Even though Hawking lost the bet, we still don't know for sure whether Cygnus X-1, or any other observed object, is a black hole. By the way, after this book was published, two more candidate black holes, each about 1000-2000 light years away, have been proposed in the past 12 months. (This nearest black hole candidate is known as HR 6819.)
"Most astronomers accept that such observations show the existence of black holes in the conventional relativistic sense, but there's no definitive evidence that this explanation is correct."
Indeed, we're not sure whether collapsing stars actually become black holes. Instead, they might turn into "gravastars," which have a cold, dense shell and a springy interior:
"This theory came form re-examining the relativistic scenario for a black hole in the light of quantum mechanics."
Unlike black holes, gravastars preserve rather than destroy information.
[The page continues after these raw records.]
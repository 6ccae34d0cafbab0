/**
 * A survey's QA thresholds: what the automatic assessment of a day judges the base record and the
 * held Kp values against. One zod schema for the form, the service and the assessment (no
 * `server-only`: the QA page reuses labels, units and sources).
 *
 * Sources of the defaults (see ../shared/DOMAIN.md):
 * - chord 3.0 nT over a 60 s chord: Geological Survey of Canada, as recorded per survey in the
 *   Canadian Aeromagnetic Data Base;
 * - Kp above 5 stops surveying at mid-latitudes: Hejda et al., Earth Planets Space 58 (2006);
 *   NOAA's G1 storm level is Kp 5;
 * - quiet mid-latitude days range ~20–50 nT (Geophysics for Practicing Geoscientists, UBC-GIF),
 *   so 100 nT marks a disturbed day — the 100 nT itself is common practice;
 * - storm onsets move the field hundreds of nT in minutes (Milsom, Field Geophysics), so 100 nT
 *   within one minute is storm behaviour — the 100 nT itself is common practice;
 * - everything else is common practice, marked so beside it.
 */
import "@/src/lib/zod-jitless";
import { z } from "zod";
import { D4_FORMULA, DEFAULT_QA_SETTINGS, type BaseQaSettings, type VerdictThresholds } from "@/src/core/qa";

export const QaThresholdsSchema = z.object({
  chordWindowS: z.coerce.number({ message: "A number of seconds." }).min(5, "At least 5 s.").max(3600, "At most 3 600 s."),
  chordDeviationNt: z.coerce.number({ message: "A number of nT." }).positive("More than 0 nT.").max(1000, "At most 1 000 nT."),
  disturbedRangeNt: z.coerce.number({ message: "A number of nT." }).positive("More than 0 nT.").max(100_000, "At most 100 000 nT."),
  stormRangeNt: z.coerce.number({ message: "A number of nT." }).positive("More than 0 nT.").max(100_000, "At most 100 000 nT."),
  disturbedChangeNt: z.coerce.number({ message: "A number of nT." }).positive("More than 0 nT.").max(100_000, "At most 100 000 nT."),
  stormChangeNt: z.coerce.number({ message: "A number of nT." }).positive("More than 0 nT.").max(100_000, "At most 100 000 nT."),
  noiseRmsNt: z.coerce.number({ message: "A number of nT." }).positive("More than 0 nT.").max(1000, "At most 1 000 nT."),
  longestGapS: z.coerce.number({ message: "A number of seconds." }).positive("More than 0 s.").max(86_400, "At most one day (86 400 s)."),
  spikeCount: z.coerce.number({ message: "A whole number." }).int("A whole number.").min(0, "At least 0.").max(1_000_000, "At most 1 000 000."),
  spikeNSigma: z.coerce.number({ message: "A number." }).min(1, "At least 1.").max(20, "At most 20."),
  spikeMinDeviationNt: z.coerce.number({ message: "A number of nT." }).min(0, "At least 0 nT.").max(1000, "At most 1 000 nT."),
  kpLimit: z.coerce.number({ message: "A Kp value 0–9." }).min(0, "Kp is 0 to 9.").max(9, "Kp is 0 to 9."),
}).superRefine((v, ctx) => {
  if (v.stormRangeNt < v.disturbedRangeNt) ctx.addIssue({ code: "custom", path: ["stormRangeNt"], message: "The storm range must not be below the disturbed range." });
  if (v.stormChangeNt < v.disturbedChangeNt) ctx.addIssue({ code: "custom", path: ["stormChangeNt"], message: "The storm change must not be below the disturbed change." });
});

export type QaThresholds = z.infer<typeof QaThresholdsSchema>;
export type QaThresholdKey = keyof QaThresholds;

export const DEFAULT_QA_THRESHOLDS: QaThresholds = {
  chordWindowS: 60,
  chordDeviationNt: 3.0,
  disturbedRangeNt: 100,
  stormRangeNt: 300,
  disturbedChangeNt: 20,
  stormChangeNt: 100,
  noiseRmsNt: 0.5,
  longestGapS: 120,
  spikeCount: 10,
  spikeNSigma: 3,
  spikeMinDeviationNt: 1.0,
  kpLimit: 5,
};

/** Label, unit and source of each threshold, for the QA page and the change history. */
export const QA_THRESHOLD_INFO: Record<QaThresholdKey, { label: string; unit: string; source: string }> = {
  chordWindowS: { label: "Chord window", unit: "s", source: "Geological Survey of Canada, Canadian Aeromagnetic Data Base (60 s)" },
  chordDeviationNt: { label: "Chord deviation (disturbed above)", unit: "nT", source: "Geological Survey of Canada, Canadian Aeromagnetic Data Base (3.0 nT over 60 s)" },
  disturbedRangeNt: { label: "Daily range (disturbed above)", unit: "nT", source: "quiet mid-latitude days ~20–50 nT (UBC-GIF); 100 nT is common practice" },
  stormRangeNt: { label: "Daily range (storm above)", unit: "nT", source: "common practice" },
  disturbedChangeNt: { label: "Change within the chord window (disturbed above)", unit: "nT", source: "common practice" },
  stormChangeNt: { label: "Change within the chord window (storm above)", unit: "nT", source: "storm onsets move hundreds of nT in minutes (Milsom, Field Geophysics); 100 nT is common practice" },
  noiseRmsNt: { label: `Fourth-difference RMS (disturbed above; ${D4_FORMULA})`, unit: "nT", source: "common practice (proton base noise is a few tenths of nT)" },
  longestGapS: { label: "Longest gap in the base record (disturbed above)", unit: "s", source: "common practice (the default gap the correction bridges)" },
  spikeCount: { label: "Spikes (disturbed above)", unit: "", source: "common practice" },
  spikeNSigma: { label: "Spike test: robust σ from the median (Hampel)", unit: "σ", source: "common practice (Hampel identifier, 3σ)" },
  spikeMinDeviationNt: { label: "Spike test: smallest deviation", unit: "nT", source: "common practice" },
  kpLimit: { label: "Kp limit (disturbed at least above)", unit: "", source: "Hejda et al., Earth Planets Space 58 (2006); NOAA G1 = Kp 5" },
};

export const QA_THRESHOLD_KEYS = Object.keys(DEFAULT_QA_THRESHOLDS) as QaThresholdKey[];

/** The core QA's settings and verdict thresholds for these survey thresholds. */
export function coreSettingsFor(t: QaThresholds, kpMax: number | null): BaseQaSettings {
  const verdictThresholds: VerdictThresholds = {
    disturbed: {
      chordDeviationNt: t.chordDeviationNt,
      dailyRangeNt: t.disturbedRangeNt,
      changeNt: t.disturbedChangeNt,
      noiseRmsNt: t.noiseRmsNt,
      longestGapS: t.longestGapS,
      spikeCount: t.spikeCount,
      kp: t.kpLimit,
    },
    storm: { dailyRangeNt: t.stormRangeNt, changeNt: t.stormChangeNt },
  };
  return {
    ...DEFAULT_QA_SETTINGS,
    windowS: t.chordWindowS,
    chordThresholdNt: t.chordDeviationNt,
    changeThresholdNt: t.disturbedChangeNt,
    hampelNSigma: t.spikeNSigma,
    spikeMinDeviationNt: t.spikeMinDeviationNt,
    verdictThresholds,
    kp: kpMax ?? undefined,
  };
}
And gravastars can be quite large -- in fact, the author surmises:
"Perhaps our universe is actually the inside of a huge gravastar. Among Einstein's predictions, over a century ago, was the occurrence of gravitational waves, which create ripples in spacetime like those in a pond."
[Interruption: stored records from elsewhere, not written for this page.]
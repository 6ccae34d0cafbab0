/**
 * Throwaway PostgreSQL databases for the test suites and benches: a fresh database on a server
 * given by its admin URL (e.g. postgres://postgres@127.0.0.1:55432/postgres, from
 * scripts/pg-local.sh), made before a run and dropped after it.
 */
import { randomUUID } from "node:crypto";
import pg from "pg";

/** A database name that no other run uses: `prefix_` + 12 hex digits (a valid unquoted identifier). */
export function newPgDatabaseName(prefix: string): string {
  return `${prefix}_${randomUUID().replace(/-/g, "").slice(0, 12)}`;
}

/** The URL of database `name` on the admin URL's server, with the same user and password. */
export function pgDatabaseUrl(adminUrl: string, name: string): string {
  const u = new URL(adminUrl);
  u.pathname = `/${name}`;
  return u.toString();
}

async function onAdmin(adminUrl: string, sql: string): Promise<void> {
  const client = new pg.Client({ connectionString: adminUrl });
  await client.connect();
  try {
    await client.query(sql);
  } finally {
    await client.end();
  }
}

export function createPgDatabase(adminUrl: string, name: string): Promise<void> {
  return onAdmin(adminUrl, `CREATE DATABASE ${name}`);
}

/** Drops the database even while something is still connected to it. */
export function dropPgDatabase(adminUrl: string, name: string): Promise<void> {
  return onAdmin(adminUrl, `DROP DATABASE IF EXISTS ${name} WITH (FORCE)`);
}
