/**
 * Start and stop the built Next.js app as one child process (no npx chain), used by
 * `npm run demo`, the browser tests and the benchmarks alike.
 */
import { spawn, type ChildProcess } from "node:child_process";
import net from "node:net";
import path from "node:path";

export const PROJECT_ROOT = path.resolve(import.meta.dirname, "..", "..");

export async function freePort(): Promise<number> {
  return new Promise((resolve, reject) => {
    const server = net.createServer();
    server.unref();
    server.on("error", reject);
    server.listen(0, "127.0.0.1", () => {
      const address = server.address();
      const port = typeof address === "object" && address ? address.port : 0;
      server.close(() => resolve(port));
    });
  });
}

export function runStep(command: string, args: string[], env: Record<string, string> = {}): Promise<void> {
  return new Promise((resolve, reject) => {
    const child = spawn(command, args, {
      cwd: PROJECT_ROOT,
      stdio: "inherit",
      env: { ...process.env, NEXT_TELEMETRY_DISABLED: "1", ...env },
    });
    child.on("error", reject);
    child.on("exit", (code) =>
      code === 0 ? resolve() : reject(new Error(`${command} ${args.join(" ")} exited with ${code}`)),
    );
  });
}

export interface RunningApp {
  url: string;
  child: ChildProcess;
  stop(): Promise<void>;
}

/** `next start` on loopback; resolves once /api/health answers 200. */
export async function startBuiltApp(opts: { port: number; env: Record<string, string>; quiet?: boolean }): Promise<RunningApp> {
  const url = `http://localhost:${opts.port}`;
  const child = spawn(
    process.execPath,
    // A long keep-alive: requests queue behind a large import on the one SQLite connection, and
    // Node's 5 s default closed waiting sockets under load (ECONNRESET in bench/load.ts).
    [path.join(PROJECT_ROOT, "node_modules/next/dist/bin/next"), "start", "-p", String(opts.port), "-H", "127.0.0.1", "--keepAliveTimeout", "120000"],
    {
      cwd: PROJECT_ROOT,
      stdio: opts.quiet ? ["ignore", "ignore", "inherit"] : "inherit",
      env: { ...process.env, NEXT_TELEMETRY_DISABLED: "1", APP_URL: url, ...opts.env, NODE_ENV: "production" },
    },
  );
  const exited = new Promise<number | null>((resolve) => child.on("exit", (code) => resolve(code)));
  const deadline = Date.now() + 60_000;
  for (;;) {
    const early = await Promise.race([exited, new Promise<"wait">((r) => setTimeout(() => r("wait"), 250))]);
    if (early !== "wait") throw new Error(`the app exited during start-up (code ${early})`);
    try {
      const res = await fetch(`${url}/api/health`);
      if (res.ok) break;
    } catch {
      /* not listening yet */
    }
    if (Date.now() > deadline) {
      child.kill("SIGKILL");
      throw new Error(`the app did not answer ${url}/api/health within 60 s`);
    }
  }
  return {
    url,
    child,
    async stop() {
      if (child.exitCode !== null) return;
      child.kill("SIGTERM");
      const timer = setTimeout(() => child.kill("SIGKILL"), 5_000);
      await exited;
      clearTimeout(timer);
    },
  };
}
And just before this book was published, such gravitational waves were finally detected. On this note, Stewart concludes the chapter as follows:
"The last word on black holes is not yet in, and there's no reason to suppose that our current understanding is complete -- or correct."
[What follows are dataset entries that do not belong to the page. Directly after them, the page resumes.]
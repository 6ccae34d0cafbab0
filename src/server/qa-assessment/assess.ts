import "server-only";
/**
 * The automatic assessment of a survey day: the core QA metrics of the day's base record (the base
 * log the day's pairing uses), judged by the core verdict against the survey's thresholds, with
 * the largest Kp held for the day's hours. Result: a suggested verdict quiet / disturbed / storm
 * with its reasons, stored with a fingerprint of its inputs (base log and its hash, thresholds
 * revision, Kp). It is refreshed whenever a day is read and its inputs differ from the stored
 * fingerprint — so a base log landing, a processor choosing another base, a threshold change or a
 * new Kp value is judged the next time anyone lists or opens the day (no hook in the import).
 * Each change of the suggested verdict is an "assessed" step in the day's review history.
 */
import type { Knex } from "knex";
import { prepareBaseSeries } from "@/src/core/correction";
import { computeBaseQa, judgeDay, type VerdictLevel, type VerdictLimits, type VerdictReason } from "@/src/core/qa";
import { resolvePairing, type DaySummary } from "../days/service";
import { loadLogReadings } from "../days/readings-store";
import { kpMaxOf, readKp, type KpValue } from "../kp/service";
import { nowIso } from "../time";
import { coreSettingsFor } from "./thresholds";
import { readQaThresholds } from "./thresholds-service";

/** Fewest base readings the metrics are computed from (the fourth difference needs five). */
const MIN_BASE_READINGS = 5;

export interface DayMetrics {
  sampleCount: number;
  samplingIntervalS: number;
  rangeNt: number;
  longestGapS: number;
  gapCount: number;
  maxChangeNt: number;
  changeWindowS: number;
  maxChordDeviationNt: number;
  noiseRmsNt: number;
  spikeCount: number;
}

export interface WorstMetric {
  metric: keyof VerdictLimits;
  value: number;
  limit: number;
  /** value / limit (disturbed limit); above 1 breaks it. */
  ratio: number;
  label: string;
}

export interface DayAssessment {
  day: string;
  /** null: no base record and no Kp to judge. */
  level: VerdictLevel | null;
  reasons: VerdictReason[];
  metrics: DayMetrics | null;
  kpMax: number | null;
  worst: WorstMetric | null;
  baseLogId: number | null;
  note: string | null;
  computedAt: string;
  thresholdsRevision: number;
}

const METRIC_LABELS: Record<keyof VerdictLimits, string> = {
  dailyRangeNt: "range",
  changeNt: "change",
  chordDeviationNt: "chord",
  noiseRmsNt: "noise",
  longestGapS: "gap",
  spikeCount: "spikes",
  kp: "Kp",
};

type Row = {
  day: string; fingerprint: string; base_log_id: number | null; level: VerdictLevel | null; reasons: string; metrics: string | null;
  kp_max: number | null; computed_at: string;
};

function fromRow(r: Row): DayAssessment {
  const stored = r.metrics ? (JSON.parse(r.metrics) as { metrics: DayMetrics | null; worst: WorstMetric | null; note: string | null; revision: number }) : null;
  return {
    day: r.day, level: r.level, reasons: JSON.parse(r.reasons), metrics: stored?.metrics ?? null, kpMax: r.kp_max, worst: stored?.worst ?? null,
    baseLogId: r.base_log_id, note: stored?.note ?? null, computedAt: r.computed_at, thresholdsRevision: stored?.revision ?? 0,
  };
}

function worstOf(values: Partial<Record<keyof VerdictLimits, number>>, limits: VerdictLimits): WorstMetric | null {
  let worst: WorstMetric | null = null;
  for (const metric of Object.keys(limits) as (keyof VerdictLimits)[]) {
    const limit = limits[metric];
    const value = values[metric];
    if (limit === undefined || value === undefined || !Number.isFinite(value)) continue;
    const ratio = limit > 0 ? value / limit : value > 0 ? Infinity : 0;
    if (!worst || ratio > worst.ratio) worst = { metric, value, limit, ratio, label: METRIC_LABELS[metric] };
  }
  return worst;
}

/**
 * The day's assessment, recomputed when its inputs changed. No permission check: callers check.
 * `summary` is the day's log summary (its span selects the Kp intervals).
 */
export async function assessDay(db: Knex, surveyId: string, summary: Pick<DaySummary, "day" | "firstTimeMs" | "lastTimeMs">, kpValues?: KpValue[]): Promise<DayAssessment> {
  const day = summary.day;
  const [pairing, thresholds] = await Promise.all([resolvePairing(db, surveyId, day), readQaThresholds(db, surveyId)]);
  const kp = kpValues ?? (await readKp(db, surveyId, { fromMs: summary.firstTimeMs, toMs: summary.lastTimeMs }));
  const kpMax = kpMaxOf(kp, summary.firstTimeMs, summary.lastTimeMs);
  const log = pairing.method === "base" ? pairing.baseLog : null;
  const fingerprint = [log ? `${log.id}:${log.sha256}:${log.readingCount}` : "no-base", `t${thresholds.revision}`, `kp${kpMax ?? "-"}`].join("|");
  const stored = (await db("day_assessments").where({ survey_id: surveyId, day }).first()) as Row | undefined;
  if (stored && stored.fingerprint === fingerprint) return fromRow(stored);

  const settings = coreSettingsFor(thresholds.thresholds, kpMax);
  const limits = settings.verdictThresholds!;
  let metrics: DayMetrics | null = null;
  let note: string | null = null;
  if (log) {
    const readings = await loadLogReadings(db, log.id, day);
    const base = prepareBaseSeries(readings.timeMs, readings.fieldNt);
    if (base.timeMs.length >= MIN_BASE_READINGS) {
      const qa = computeBaseQa(base.timeMs, base.fieldNt, settings);
      metrics = {
        sampleCount: qa.sampleCount, samplingIntervalS: qa.samplingIntervalS, rangeNt: qa.rangeNt.rangeNt, longestGapS: qa.gaps.longestS, gapCount: qa.gaps.count,
        maxChangeNt: qa.change.maxChangeNt, changeWindowS: qa.change.windowS, maxChordDeviationNt: qa.chord.maxDeviationNt, noiseRmsNt: qa.noise.rmsNt, spikeCount: qa.spikes.count,
      };
    } else note = `The day's base record has ${base.timeMs.length} readings: too few to judge.`;
  } else note = pairing.method === "loop" ? "Looping day (no continuous base record): only Kp is judged." : "No base log for this day: only Kp is judged.";

  // The range is that of the survey day's record (the core's own daily ranges split at UTC midnight).
  const values = metrics
    ? { dailyRangeNt: metrics.rangeNt, changeNt: metrics.maxChangeNt, chordDeviationNt: metrics.maxChordDeviationNt, noiseRmsNt: metrics.noiseRmsNt, longestGapS: metrics.longestGapS, spikeCount: metrics.spikeCount, kp: kpMax ?? undefined }
    : { kp: kpMax ?? undefined };
  const verdict = judgeDay(
    { dailyRangeNt: NaN, changeNt: NaN, chordDeviationNt: NaN, noiseRmsNt: NaN, longestGapS: NaN, spikeCount: NaN, ...values },
    limits,
  );
  const level: VerdictLevel | null = metrics || kpMax !== null ? verdict.level : null;
  const worst = worstOf(values, limits.disturbed ?? {});
  const now = nowIso();
  const row = {
    survey_id: surveyId, day, fingerprint, base_log_id: log?.id ?? null, level, reasons: JSON.stringify(verdict.reasons),
    metrics: JSON.stringify({ metrics, worst, note, revision: thresholds.revision }), kp_max: kpMax, computed_at: now,
  };
  await db.transaction(async (trx) => {
    // Another request may have judged the same inputs meanwhile: then its row and history step stand.
    const current = (await trx("day_assessments").where({ survey_id: surveyId, day }).first("fingerprint", "level")) as { fingerprint: string; level: VerdictLevel | null } | undefined;
    if (current && current.fingerprint === fingerprint) return;
    await trx("day_assessments").insert(row).onConflict(["survey_id", "day"]).merge();
    if (!current || current.level !== level) {
      await trx("day_review_events").insert({
        survey_id: surveyId, day, kind: "assessed", from_state: null, to_state: null, actor_user_id: null, comment: "",
        details: JSON.stringify({ level, previousLevel: current?.level ?? null, reasons: verdict.reasons.map((r) => r.text), baseLogId: log?.id ?? null, thresholdsRevision: thresholds.revision, kpMax }),
        created_at: now,
      });
    }
  });
  return fromRow({ ...row, day } as Row);
}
Lemay Lesson 14: Windows, Networking, and Other Tidbits
We will resume our study of Java with Lesson 14 of Lemay's online text. Last summer, we started Lesson 13, but there's a lot to understand in that chapter -- and the timing of it, placing Lesson 13 right at the end of summer and just before my long-term subbing began, didn't work out. This summer, I'll start with Lesson 14 (which makes it easier -- the Stewart and Lemay chapter numbers match) -- but we'll eventually circle back to Lesson 13 and other material we might have glossed over.
Here is the link to today's lesson:
http://101.lv/learn/Java/ch14.htm
Lesson 14 of Laura Lemay's Teach Yourself Java in 21 Days! is called "Windows, Networking, and Other Tidbits." Here's how it begins:
Here you are on the last day of the second week, and you're just about finished with applets and the awt. With the information you'll learn today you can create a wide variety of applets and applications using Java. Next week's lessons provide more of the advanced stuff that you'll need if you start doing really serious work in Java.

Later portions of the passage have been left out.